In the late 20th and 21st centrury diverse forms of commonplace and popular art appeared to be coalescing into a formidable faction of new painted realism. The phenomenum owed its genesis to a number of factors. The new school of imagery was a product of art that didn’t fit comfortably into the accepted definition of fine art. It embraced some of the figurative graphics that formal art academia tended to reject: comic books, movie posters, trading cards, surfer art, hot rod illustration, to mention a few.

This alternative art movement found its most congealing participant in one of America’s most opprobrious and maligned underground artists, he painter, Robert Williams. It was this artist who brought the term “lowbrow” into the fine arts lexicon, with his ground breaking 1979 book, The Lowbrow Art of Robt. Williams. It was from this point that he seminal elements of West Coast Outlaw culture slowly started to aggregate.

Williams pursued a career as a fine arts painter years before joining the art studio of Ed “Big Daddy” Roth in the mid-1960’s. And as this position as the famous custom car builder’s art director, he moved into the rebellious, anti-war circles of early underground comix. 

In 1968, Williams linked up with the infamous San Francisco group that piloted the flagship of the miscreant cartoon world, Zap Comix. Along with Robert Crumb, Gilbert Shelton, S. Clay Wilson, Spain Rodriguez, Victor Moscoso and Rick Griffin, Williams learned to function as an artist outside the walls of conventional art.

Known as the “artist’s artist,” in early punk rock art shows held in after-hours clubs, Robert soon pioneered the first break-away art movement in California since the Eucalyptus School’s estrangement from Impressionism in the late 1920s. His bold use of underground cartoon figuration, paired with harshly contrasted psychedelic colors set a style that was an easily recognizable hallmark throughout the 1980s and 1990s.

Robert Williams’ influence on alternative art is immeasurable. From his endeavors to broaden the possibilities for young artists to gain exposure, sprang the well known art chronicle, JUXTAPOZ magazine.
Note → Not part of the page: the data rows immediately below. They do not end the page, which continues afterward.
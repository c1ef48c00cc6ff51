//! The engine against an independent density-matrix propagation in a truncated Fock
//! basis made with QuTiP (J. R. Johansson, P. D. Nation, F. Nori, Comput. Phys. Commun.
//! 184, 1234 (2013)): tests/reference/qutip_reference.py wrote
//! tests/reference/qutip_reference.json; .ci/run re-derives it. Errors are judged
//! relative to H at 1e-6 (the bar; the agreement is far better).

#![expect(clippy::unwrap_used, reason = "helpers of tests fail loudly on bad fixtures")]

use quenchless_physics::constants::HBAR;
use quenchless_physics::cycle::{OttoCycle, WorkStroke};
use quenchless_physics::ramp::{LinearRamp, Ramp, RampShape, SampledReading};
use quenchless_physics::{Bath, EvaluationSettings, Moments, Noise, PropagationOptions, evaluate};
use quenchless_profile::read_waveform;
use serde_json::Value;
use std::path::PathBuf;

const TOL: f64 = 1e-6;

fn reference() -> (PathBuf, Value) {
    let dir = PathBuf::from(env!("CARGO_MANIFEST_DIR")).join("tests/reference");
    let text = std::fs::read_to_string(dir.join("qutip_reference.json")).unwrap();
    (dir, serde_json::from_str(&text).unwrap())
}

fn f(v: &Value, k: &str) -> f64 {
    v[k].as_f64().unwrap_or_else(|| panic!("key {k}"))
}

#[test]
fn ramps_agree_with_qutip() {
    let (dir, r) = reference();
    let ramps = r["ramps"].as_array().unwrap();
    assert!(ramps.len() >= 3);
    let mut inverted = false;
    for case in ramps {
        let path = dir.join(case["waveform"].as_str().unwrap());
        let reading = if case["reading"] == "hold" { SampledReading::Hold } else { SampledReading::Linear };
        let ramp = read_waveform(&path).unwrap().to_ramp(reading, &path).unwrap();
        inverted |= ramp.min_omega2().0 < 0.0;
        let (wi, wf) = (ramp.omega_initial(), ramp.omega_final());
        assert!((wi / f(case, "omega_initial_rad_s") - 1.0).abs() < 1e-12);
        let s0 = Moments::thermal_occupation(wi, f(case, "initial_occupation")).unwrap();
        let ev = evaluate(&ramp, &s0, &EvaluationSettings::default()).unwrap();
        let end = ev.trajectory.last().unwrap().moments.energy_picture(wf);
        let q = HBAR * wi;
        let h = f(case, "energy_quanta");
        for (name, got, want) in
            [("H", end.h / q, h), ("L", end.l / q, f(case, "l_quanta")), ("C", end.c / q, f(case, "c_quanta"))]
        {
            assert!((got - want).abs() <= TOL * h, "{}: {name} = {got} vs QuTiP {want}", case["name"]);
        }
        assert!(
            (ev.report.q_star - f(case, "energy_ratio")).abs() <= TOL * f(case, "energy_ratio"),
            "{}",
            case["name"]
        );
    }
    assert!(inverted, "one reference waveform has omega² < 0 mid-ramp");
}

#[test]
fn otto_cycle_agrees_with_qutip() {
    let (_, r) = reference();
    let c = &r["cycles"][0];
    let bath = |b: &Value| Bath::with_occupation(f(b, "omega_rad_s"), f(b, "occupation"), f(b, "rate_per_s")).unwrap();
    let (hot, cold) = (bath(&c["hot"]), bath(&c["cold"]));
    assert_eq!(c["expansion"]["kind"], "linear");
    let (wh, wc) = (hot.omega(), cold.omega());
    let cycle = OttoCycle {
        hot,
        hot_time: f(&c["hot"], "time_s"),
        expansion: WorkStroke::Ramp(Ramp::Linear(LinearRamp::new(wh, wc, f(&c["expansion"], "time_s")).unwrap())),
        cold,
        cold_time: f(&c["cold"], "time_s"),
        compression: WorkStroke::Ramp(Ramp::Linear(LinearRamp::new(wc, wh, f(&c["compression"], "time_s")).unwrap())),
        noise: Noise::NONE,
    };
    let rep = cycle.analyse(&PropagationOptions::default()).unwrap();
    let fig = rep.figures.expect("stable");
    let scale = f(&c["corners"][0], "energy_quanta");
    for (got, want) in fig.corners.iter().zip(c["corners"].as_array().unwrap()) {
        assert_eq!(got.label, want["label"].as_str().unwrap());
        assert!((got.omega_rad_s / f(want, "omega_rad_s") - 1.0).abs() < 1e-12);
        for (g, k) in [(got.energy_quanta, "energy_quanta"), (got.l_quanta, "l_quanta"), (got.c_quanta, "c_quanta")] {
            assert!((g - f(want, k)).abs() <= TOL * scale, "{}: {k} {g} vs QuTiP {}", got.label, f(want, k));
        }
    }
    for (g, k) in [
        (fig.work_out_quanta, "work_out_quanta"),
        (fig.heat_hot_quanta, "heat_hot_quanta"),
        (fig.heat_cold_quanta, "heat_cold_quanta"),
    ] {
        assert!((g - f(c, k)).abs() <= TOL * scale, "{k}: {g} vs QuTiP {}", f(c, k));
    }
}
Even with this popular manifesto and landmark publication, Williams’ well meaning machinations still places his work in a lost league of unvindicated ghosts-he’s now an outsider among outsiders. 

Appetite for Destruction

The Girl with the Faberge Ass

Nostradamus and the Astrological Planet Skinner

The Brain Trap

Robert Williams facts

  • About: American painter and cartoonist who founded Juxtapoz Art & Culture Magazine and was known for such paintings as Oscar Wilde In Leadville and Appetite for Destruction. He was part of The Art Boys, which included Matt Groening, Mike Kelley, and Neon Park.
  • Before name: He was interested early on in watercolors. He mastered painting the specular reflection from chromed auto parts. He was educated for a very short period of time at the California Institute of the Arts.
  • Trivia: His Appetite for Destruction became the name of a Guns N’ Roses album. It was also used for the cover art, but it caused so much controversy that Geffen Records placed it on the inside sleeve.
  • Family life: He had a tumultuous youth. His parents married and divorced each other four times, and he was involved in gang activity as a teenager. His wife, Suzanne, also worked as an artist.
  • Associated with: Red Hot Chili Peppers singer Anthony Kiedis became a collector of his art.